> _What is being asked_
Scan the records below for the line with "type. Only the" and the line with "return Int32, true". Repeat those two lines and every line between them exactly, and nothing else.

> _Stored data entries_
▼

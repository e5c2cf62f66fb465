package masks

import (
	"errors"
	"os"
	"path/filepath"
	"strings"
	"testing"
)

// TestReadDirNotAFolder: ReadDir given a file (a user typing the drawing or a
// .npy where the output folder belongs) must return a *ReadError with a hint,
// so the command exits 2 with a hint line, not an unexplained exit 1.
func TestReadDirNotAFolder(t *testing.T) {
	dir := t.TempDir()
	file := filepath.Join(dir, "tile.dxf")
	if err := os.WriteFile(file, []byte("0\nEOF\n"), 0o644); err != nil {
		t.Fatal(err)
	}
	for _, tc := range []struct{ name, path, want string }{
		{"a file", file, "not a folder"},
		{"missing folder", filepath.Join(dir, "none"), "no manifest"},
	} {
		t.Run(tc.name, func(t *testing.T) {
			_, _, err := ReadDir(tc.path)
			var re *ReadError
			if !errors.As(err, &re) || re.Hint == "" || !strings.Contains(err.Error(), tc.want) {
				t.Errorf("ReadDir(%q) = %v (%T), want a *ReadError with a hint containing %q", tc.path, err, err, tc.want)
			}
		})
	}
}
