package masks

import (
	"encoding/binary"
	"fmt"
	"math"
	"slices"
)

// npyChunkBytes is the size of the reused buffer through which every writer
// (NPY, VTI, Zarr) streams field data: large enough that a write call costs
// little next to the copy, small enough to stay in cache (common practice, no
// source).
const npyChunkBytes = 1 << 16

// npyDescr returns the NumPy dtype string of d ("<f8", "<f4", "<i4", "|u1"),
// or "" for an unknown type.
func npyDescr(d DType) string {
	switch d {
	case Float64:
		return "<f8"
	case Float32:
		return "<f4"
	case Int32:
		return "<i4"
	case Uint8:
		return "|u1"
	}
	return ""
}

// npyDTypeOf maps a NumPy dtype string back to a field type. Only the
// little-endian (or byte-order-free) spellings of the four types are
// accepted; "=" means native order, which NumPy writes as "<" on every
// little-endian machine, so it is refused rather than guessed.
func npyDTypeOf(descr string) (DType, bool) {
	switch descr {
	case "<f8":
		return Float64, true
	case "<f4":
		return Float32, true
	case "<i4":
		return Int32, true
	case "|u1", "<u1", "u1":
		return Uint8, true
	}
	return "", false
}

// npyCheckField reports a field whose slice does not match its declared type
// or whose length is not cells*components for g: a bug in the caller that
// would otherwise produce a file whose header lies about its data.
func npyCheckField(g Grid, f *Field) error {
	if f == nil {
		return fmt.Errorf("nil field")
	}
	if f.DType.Size() == 0 {
		return fmt.Errorf("field %q has unknown dtype %q", f.Name, f.DType)
	}
	if f.Components < 1 {
		return fmt.Errorf("field %q has %d components, want at least 1", f.Name, f.Components)
	}
	if want := g.NumCells() * f.Components; f.Len() != want {
		return fmt.Errorf("field %q holds %d %s values, want %d (%d cells x %d components)",
			f.Name, f.Len(), f.DType, want, g.NumCells(), f.Components)
	}
	return nil
}

// npyPutElems appends the little-endian bytes of elements [lo, hi) of f to
// dst and returns the extended slice.
func npyPutElems(dst []byte, f *Field, lo, hi int) []byte {
	le := binary.LittleEndian
	switch f.DType {
	case Float64:
		for _, v := range f.F64[lo:hi] {
			dst = le.AppendUint64(dst, math.Float64bits(v))
		}
	case Float32:
		for _, v := range f.F32[lo:hi] {
			dst = le.AppendUint32(dst, math.Float32bits(v))
		}
	case Int32:
		for _, v := range f.I32[lo:hi] {
			dst = le.AppendUint32(dst, uint32(v))
		}
	case Uint8:
		dst = append(dst, f.U8[lo:hi]...)
	}
	return dst
}

// npyGetElems decodes len(src)/size little-endian elements from src into f
// starting at element lo. f's slice must already hold them.
func npyGetElems(f *Field, lo int, src []byte) {
	le := binary.LittleEndian
	switch f.DType {
	case Float64:
		d := f.F64[lo : lo+len(src)/8]
		for i := range d {
			d[i] = math.Float64frombits(le.Uint64(src[8*i:]))
		}
	case Float32:
		d := f.F32[lo : lo+len(src)/4]
		for i := range d {
			d[i] = math.Float32frombits(le.Uint32(src[4*i:]))
		}
	case Int32:
		d := f.I32[lo : lo+len(src)/4]
		for i := range d {
			d[i] = int32(le.Uint32(src[4*i:]))
		}
	case Uint8:
		copy(f.U8[lo:], src)
	}
}

// npyGrow extends f's slice by n zeroed elements, growing its capacity
// geometrically.
func npyGrow(f *Field, n int) {
	switch f.DType {
	case Float64:
		f.F64 = slices.Grow(f.F64, n)[:len(f.F64)+n]
	case Float32:
		f.F32 = slices.Grow(f.F32, n)[:len(f.F32)+n]
	case Int32:
		f.I32 = slices.Grow(f.I32, n)[:len(f.I32)+n]
	case Uint8:
		f.U8 = slices.Grow(f.U8, n)[:len(f.U8)+n]
	}
}

// npyReserve gives f's slice capacity for n elements.
func npyReserve(f *Field, n int) {
	switch f.DType {
	case Float64:
		f.F64 = slices.Grow(f.F64, n)
	case Float32:
		f.F32 = slices.Grow(f.F32, n)
	case Int32:
		f.I32 = slices.Grow(f.I32, n)
	case Uint8:
		f.U8 = slices.Grow(f.U8, n)
	}
}

// npyTruncate shortens f's slice to n elements, keeping its capacity.
func npyTruncate(f *Field, n int) {
	switch f.DType {
	case Float64:
		f.F64 = f.F64[:n]
	case Float32:
		f.F32 = f.F32[:n]
	case Int32:
		f.I32 = f.I32[:n]
	case Uint8:
		f.U8 = f.U8[:n]
	}
}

▲

> _Answer for this exercise_
// npyDTypeOf maps a NumPy dtype string back to a field type. Only the
// little-endian (or byte-order-free) spellings of the four types are
// accepted; "=" means native order, which NumPy writes as "<" on every
// little-endian machine, so it is refused rather than guessed.
func npyDTypeOf(descr string) (DType, bool) {
	switch descr {
	case "<f8":
		return Float64, true
	case "<f4":
		return Float32, true
	case "<i4":
		return Int32, true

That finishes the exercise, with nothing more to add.